One of my reading goals this year is to read more books in Spanish. I mean, sure, I live in Spanish, speak it and hear it spoken all day, every day, but nothing can replace reading a good book to make you enjoy a language, so I'll try to make a point of picking up more stuff by Spanish-speaking authors. It's not as if it's going to be a hardship!
El Lenguaje de la Pasión (The Language of Passion), is a collection of columns by Mario Vargas Llosa, one of my favourite authors. These columns were originally published in Spanish newspaper El Pais throughout the 90s and were picked up by other newspapers around the world. I vaguely remember reading some of them in Uruguayan weekly Busqueda.
I thought this book was going to last me at least a week. I imagined reading only a couple of essays every day, maybe three or four, at most, but I pretty much read it in a couple of seatings. The problem is I'd finish one, then look at the next one to see what it was about and by the time I'd scanned the first couple of paragraphs I was hooked and had to keep on reading. Some of the columns interested more than others, of course, and there were even a couple I was tempted to skim, but on the whole, the collection was very even.

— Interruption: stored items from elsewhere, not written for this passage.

import numpy as np
import pytest

from wavegen.comparison.printed_curves import check_over_mean, loop_curve, read_points
from wavegen.core.errors import FileError
from wavegen.laws.gaussian import GaussianLaw

LAW = GaussianLaw()
DECADES = np.array([0.1, 0.01, 0.001, 0.0001])


def test_a_loop_is_exact_within_its_grid():
    level = np.arange(-10, 9, 0.05)
    curve = loop_curve(level.tolist(), LAW.ccdf(level).tolist())
    assert curve.is_exact
    low, high = curve.level_interval(0.01, confidence=0.95)
    assert high[0] - low[0] == pytest.approx(0.05, abs=1e-3)


def test_a_table_is_read_with_what_is_told_of_it(tmp_path):
    path = tmp_path / "curve.csv"
    level = np.arange(-20, 10, 0.5)
    rows = "\n".join(f"{x},{float(LAW.ccdf(x))}" for x in level)
    path.write_text(f"# n_samples: 1000\nlevel_db,ccdf\n{rows}\n")
    assert read_points(path, n_samples=None, reading_db=0.0).n_samples == 1000
    told = read_points(path, n_samples=77, reading_db=0.1)
    assert (told.n_samples, told.reading_db) == (77, 0.1)
    path.write_text("level_db,ccdf\n1,0.3\n2,0.1\n3,0\n")
    with pytest.raises(FileError) as caught:
        read_points(path, n_samples=None, reading_db=0.0)
    assert "probabilities" in caught.value.problem


@pytest.mark.parametrize(
    ("level_db", "probability", "is_refused"),
    [
        (np.arange(-20.0, 10), LAW.ccdf(np.arange(-20.0, 10)), False),
        (np.arange(-20.0, 10), LAW.ccdf(np.arange(-20.0, 10)) / 100, True),  # percent of percent
        (np.arange(-20.0, 10) + 3, LAW.ccdf(np.arange(-20.0, 10)), True),  # over something else
        (np.arange(-20.0, 10) - 40, LAW.ccdf(np.arange(-20.0, 10)), True),  # dBm
        (LAW.level_db(DECADES), DECADES, False),  # four points tell little, and refuse little
        (LAW.level_db(DECADES) + 20, DECADES, True),
    ],
)
def test_levels_that_cannot_be_over_the_mean_are_refused(level_db, probability, is_refused):
    if not is_refused:
        check_over_mean("x.csv", level_db, probability)
        return
    with pytest.raises(FileError) as caught:
        check_over_mean("x.csv", level_db, probability)
    assert caught.value.where == "x.csv"
    assert "mean" in caught.value.problem
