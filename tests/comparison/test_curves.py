import numpy as np
import pytest

from wavegen.comparison.curves import (
    ExactCurve,
    PointsCurve,
    SampledCurve,
    ScaleStatistics,
)
from wavegen.laws.gaussian import GaussianLaw
from wavegen.meters.batches import measure_batches
from wavegen.meters.intervals import SampledStatistics
from wavegen.meters.power import measure_samples

LAW = GaussianLaw()
DECADES = np.array([0.1, 0.01, 0.001, 0.0001])


def points(step_db=0.5, top_db=9.6, **settings):
    level = np.arange(-10.0, top_db, step_db)
    return PointsCurve(levels=level, probabilities=LAW.ccdf(level), **settings)


def test_an_exact_curve_is_its_source_shifted():
    curve = ExactCurve(source=LAW, shift_db=3.0)
    assert curve.level_db(0.01) == pytest.approx(float(LAW.level_db(0.01)) + 3)
    assert curve.ccdf(5.0) == pytest.approx(float(LAW.ccdf(2.0)))
    low, high = curve.level_interval(DECADES, confidence=0.99)
    assert low.tolist() == high.tolist() == curve.level_db(DECADES).tolist()
    assert curve.is_resolved(DECADES).all()
    assert not curve.event_samples(DECADES).any()


def test_a_recording_has_intervals_about_its_own_levels(noise, sampled):
    curve = sampled(noise(1 << 16))
    low, high = curve.level_interval(DECADES, confidence=0.95)
    level = curve.level_db(DECADES)
    assert ((low <= level) & (level <= high)).all()
    assert (high - low)[0] < 0.3
    assert curve.n_samples == 1 << 16
    assert curve.is_resolved(DECADES).tolist() == [True, True, True, False]


def test_levels_on_the_scale_of_the_samples_move_with_the_mean(noise):
    """Batches whose level drifts: over the mean that is known better than on the scale."""
    samples = noise(1 << 16) * np.linspace(0.9, 1.1, 1 << 16).astype(np.float32)
    found = measure_batches(samples)
    over_mean = SampledCurve(sampled=SampledStatistics.of(found))
    scale = SampledCurve(sampled=ScaleStatistics.of(found), shift_db=found.statistics.mean_db)
    assert scale.level_db(0.1) == pytest.approx(
        float(over_mean.level_db(0.1)) + found.statistics.mean_db
    )
    widths = [np.ptp(np.array(c.level_interval(0.3, confidence=0.95))) for c in (scale, over_mean)]
    assert widths[0] > 1.5 * widths[1]


def test_between_points_a_curve_bends_as_the_law_does():
    curve = points(step_db=1.0)
    asked = np.logspace(-3.4, -0.5, 50)
    # A straight line in ln q is off by up to 0.1 dB between points 1 dB apart, the cubic by less
    # than a quarter of that (seen: 0.005 dB); and it stays inside what it says of itself.
    error = curve.level_db(asked) - LAW.level_db(asked)
    assert np.abs(error).max() < 0.025
    low, high = curve.level_interval(asked, confidence=0.95)
    assert ((low <= LAW.level_db(asked)) & (LAW.level_db(asked) <= high)).all()
    assert curve.ccdf(LAW.level_db(0.01)) == pytest.approx(0.01, rel=0.1)
    assert curve.ccdf(-50.0) == pytest.approx(float(LAW.ccdf(-10.0)))


def test_beyond_the_points_nothing_is_known():
    curve = points()
    low, high = curve.level_interval([0.99, 1e-6], confidence=0.95)
    assert low[0] == -np.inf
    assert high[1] == np.inf
    assert not curve.is_resolved([0.99, 1e-6]).any()


def test_a_stated_number_of_samples_gives_the_interval():
    with_count, bare = points(n_samples=100_000), points()
    low, high = with_count.level_interval(DECADES, confidence=0.95)
    widths = high - low
    # Standard error of the level at q of n independent samples: 4.343 / (-ln q sqrt(q n)) dB.
    expected = 2 * 1.96 * 4.343 / (-np.log(DECADES) * np.sqrt(DECADES * 1e5))
    assert widths[:3] == pytest.approx(expected[:3], rel=0.15)
    low, high = bare.level_interval(DECADES, confidence=0.95)
    assert (high - low < 0.02)[:3].all()
    assert high[3] == np.inf  # the points end at 9.5 dB, above 1.3e-4


def test_only_what_ten_samples_show_is_resolved():
    assert points(n_samples=20_000).is_resolved([1e-3, 5e-4, 4e-4]).tolist() == [True, True, False]
    least = points().reach[0]
    assert points().is_resolved([10 * least, 9 * least]).tolist() == [True, False]
    assert points(is_exact=True).is_resolved([1e-9]).all()


def test_points_of_a_loop_are_exact_down_to_their_end():
    statistics = measure_samples(np.exp(1j * np.arange(4096)).astype(np.complex64) * 0.5)
    curve = statistics.curve()
    exact = PointsCurve(levels=curve.level_db, probabilities=curve.probability, is_exact=True)
    assert exact.level_db([0.5, 1e-6]) == pytest.approx([0, 0], abs=0.06)
    assert not exact.event_samples(0.1).any()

Maybe one of the reasons I enjoyed this so much was that most of Vargas Llosa's opinions so reflect mine. There's a great pleasure in reading something that expresses exactly what you feel (the column on the legalization of abortion comes to mind), and which does a much better job than you ever could in explaining why.
And then there's the actual writing. The way this man can put a sentence together is a pleasure. Even the columns I wanted to skim, I ended up not doing so, just because I didn't want to risk missing another gem.
The last of these columns was from 1999, so I hope it's time for another collection! My grade: an A-.